- **REQUIRED WORK**:
Transcribe exactly the lines that fall between the one holding "from atlas.io.fits_image import" and the one holding "the first table", inclusive, from the entries below.

- **DATASET CONTENT**:
"""Reader for a FITS table (binary or ASCII) with wavelength, flux and optional uncertainty columns.

Columns are found by name, case-insensitively (see ``WAVE_NAMES``, ``FLUX_NAMES``,
``SIGMA_NAMES``, ``VARIANCE_NAMES``, ``IVAR_NAMES``; a quality column from
``QUALITY_NAMES`` masks every sample where it is non-zero).  Either one row per sample,
a single row whose cells are whole arrays, or one row per echelle order whose cells
are that order's arrays.  The wavelength unit comes from the
column's ``TUNITn`` (converted with astropy.units), else from ``--wave-unit``, else
inferred from the value range (``validate.infer_unit``); the
medium from its ``TCTYPn`` (``AWAV`` air, ``WAVE`` vacuum), else from a ``MEDIUM``,
``AIRORVAC`` or ``VACUUM`` header keyword, else ``unknown``.  The flux unit is the flux column's ``TUNITn``.
"""

from __future__ import annotations

import numpy as np

from atlas.errors import InputError
from atlas.io import fitsutil, validate
from atlas.io.fits_image import to_sigma, unit_or_inferred

NAME = "fits_table"
DESCRIPTION = "FITS table with wavelength, flux and optional uncertainty columns"

WAVE_NAMES = ("wavelength", "wave", "lambda", "wavelen", "wl", "lam")
FLUX_NAMES = (
    "flux",
    "flux_density",
    "intensity",
    "counts",
    "spectrum",
    "spec",
    "signal",
    "flam",
    "fnu",
)
SIGMA_NAMES = (
    "uncertainty",
    "error",
    "err",
    "sigma",
    "stddev",
    "noise",
    "unc",
    "flux_err",
    "flux_error",
    "flux_uncertainty",
    "err_flux",
    "error_flux",
    "e_flux",
    "eflux",
)
VARIANCE_NAMES = ("variance", "var", "flux_var", "flux_variance")
IVAR_NAMES = ("ivar", "inverse_variance", "invvar", "flux_ivar")
#: Quality / mask columns: a non-zero value marks a bad sample (common practice).
QUALITY_NAMES = ("quality", "qual", "mask", "dq", "flag", "flags", "badpix", "qual_flag")


def _is_table(header) -> bool:
    return str(header.get("XTENSION", "")).strip().upper() in ("BINTABLE", "TABLE")


@validate.sniffer
def can_read(path) -> bool:
    """True for a FITS file holding a table extension."""
    if not validate.is_fits(path):
        return False
    headers = fitsutil.peek(path)
    return bool(headers) and any(_is_table(h) for _, h, _ in headers)


def _find(names_lower: dict, candidates) -> str | None:
    for c in candidates:
        if c in names_lower:
            return names_lower[c]
    return None


def read(path, *, wave_unit=None, medium=None, **_options):
    """Read the first table with a wavelength column into a Spectrum."""
    from astropy.io import fits

    p = validate.check_file(path)
    with fitsutil.open_fits(p) as hdul:
        tables = [
            (i, hdu)
            for i, hdu in enumerate(hdul)
            if isinstance(hdu, fits.BinTableHDU | fits.TableHDU) and _is_table(hdu.header)
        ]
        if not tables:
            raise InputError(p, "not a spectrum file: no table extension")
        chosen = None
        for i, hdu in tables:
            names = {c.name.strip().lower(): c.name for c in hdu.columns}
            if _find(names, WAVE_NAMES):
                chosen = (i, hdu, names)
                break
        if chosen is None:
            raise InputError(
                p,
                "no spectral axis: no wavelength column (looked for " + ", ".join(WAVE_NAMES) + ")",
            )
        i, hdu, names = chosen
        wcol = _find(names, WAVE_NAMES)
        fcol = _find(names, FLUX_NAMES)
        if fcol is None:
            raise InputError(p, "no flux column (looked for " + ", ".join(FLUX_NAMES) + ")")
        ucol, kind = None, None
        for cands, k in (
            (SIGMA_NAMES, "sigma"),
            (VARIANCE_NAMES, "variance"),
            (IVAR_NAMES, "ivar"),
        ):
            ucol = _find(names, cands)
            if ucol:
                kind = k
                break
        data = hdu.data
        if data is None or len(data) == 0:
            raise InputError(p, "the table has no rows")
        wave = _column(data, wcol, p)
        flux = _column(data, fcol, p)
        unc = None if ucol is None else to_sigma(_column(data, ucol, p), kind)
        qcol = _find(names, QUALITY_NAMES)
        bad = None if qcol is None else _column(data, qcol, p) != 0
        cols = {c.name: c for c in hdu.columns}
        unit, note = unit_or_inferred(
            cols[wcol].unit, wave_unit, wave, p, f"TUNIT of column {wcol!r}"
        )
        file_medium = _medium(cols[wcol], hdu.header, hdul[0].header)
        header = fitsutil.merged_header(hdul[0].header if i else None, hdu.header)
        attrs = fitsutil.header_metadata(header)
        if cols[fcol].unit:
            attrs["flux_unit"] = str(cols[fcol].unit).strip()
        if note:
            attrs["wave_unit_inferred"] = note
    try:
        wave_A = validate.to_angstrom(wave, unit)
    except (TypeError, ValueError) as exc:
        raise InputError(
            p, f"wavelength column is not numeric ({validate.short_reason(exc)})"
        ) from None
    return validate.build(
        p, NAME, wave_A, flux, unc, medium=file_medium, medium_option=medium, attrs=attrs, mask=bad
    )


def _column(data, name, path) -> np.ndarray:
    """One column as a float array: rows (1-D), the single row's array cell (1-D), or
    one array cell per row (2-D: one echelle order per row)."""
    try:
        col = np.asarray(data[name])
        if col.ndim == 2 and col.shape[0] == 1:
            col = col[0]
        if col.ndim not in (1, 2):
            raise InputError(
                path,
                f"column {name!r} has shape {col.shape}; expected one value or one array per row",
            )
        return col.astype(np.float64)
    except (TypeError, ValueError) as exc:
        raise InputError(
            path, f"column {name!r} is not numeric ({validate.short_reason(exc)})"
        ) from None


def _medium(col, header, primary) -> str:
    """``air``/``vacuum`` from the column's TCTYPn, else a MEDIUM keyword, else ``unknown``."""
    ctype = ""
    # astropy keeps TCTYPn in the header only; find the column's number.
    for n in range(1, int(header.get("TFIELDS", 0)) + 1):
        if str(header.get(f"TTYPE{n}", "")).strip() == col.name:
            ctype = str(header.get(f"TCTYP{n}", "")).strip().upper()
            break
    if ctype.startswith("AWAV"):
        return "air"
    if ctype.startswith("WAVE"):
        return "vacuum"
    return fitsutil.air_or_vacuum(header) or fitsutil.air_or_vacuum(primary) or "unknown"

- **RESULT FOR THIS EXERCISE**:
from atlas.io.fits_image import to_sigma, unit_or_inferred

NAME = "fits_table"
DESCRIPTION = "FITS table with wavelength, flux and optional uncertainty columns"

WAVE_NAMES = ("wavelength", "wave", "lambda", "wavelen", "wl", "lam")
FLUX_NAMES = (
    "flux",
    "flux_density",
    "intensity",
    "counts",
    "spectrum",
    "spec",
    "signal",
    "flam",
    "fnu",
)
SIGMA_NAMES = (
    "uncertainty",
    "error",
    "err",
    "sigma",
    "stddev",
    "noise",
    "unc",
    "flux_err",
    "flux_error",
    "flux_uncertainty",
    "err_flux",
    "error_flux",
    "e_flux",
    "eflux",
)
VARIANCE_NAMES = ("variance", "var", "flux_var", "flux_variance")
IVAR_NAMES = ("ivar", "inverse_variance", "invvar", "flux_ivar")
#: Quality / mask columns: a non-zero value marks a bad sample (common practice).
QUALITY_NAMES = ("quality", "qual", "mask", "dq", "flag", "flags", "badpix", "qual_flag")


def _is_table(header) -> bool:
    return str(header.get("XTENSION", "")).strip().upper() in ("BINTABLE", "TABLE")


@validate.sniffer
def can_read(path) -> bool:
    """True for a FITS file holding a table extension."""
    if not validate.is_fits(path):
        return False
    headers = fitsutil.peek(path)
    return bool(headers) and any(_is_table(h) for _, h, _ in headers)


def _find(names_lower: dict, candidates) -> str | None:
    for c in candidates:
        if c in names_lower:
            return names_lower[c]
    return None


def read(path, *, wave_unit=None, medium=None, **_options):
    """Read the first table with a wavelength column into a Spectrum."""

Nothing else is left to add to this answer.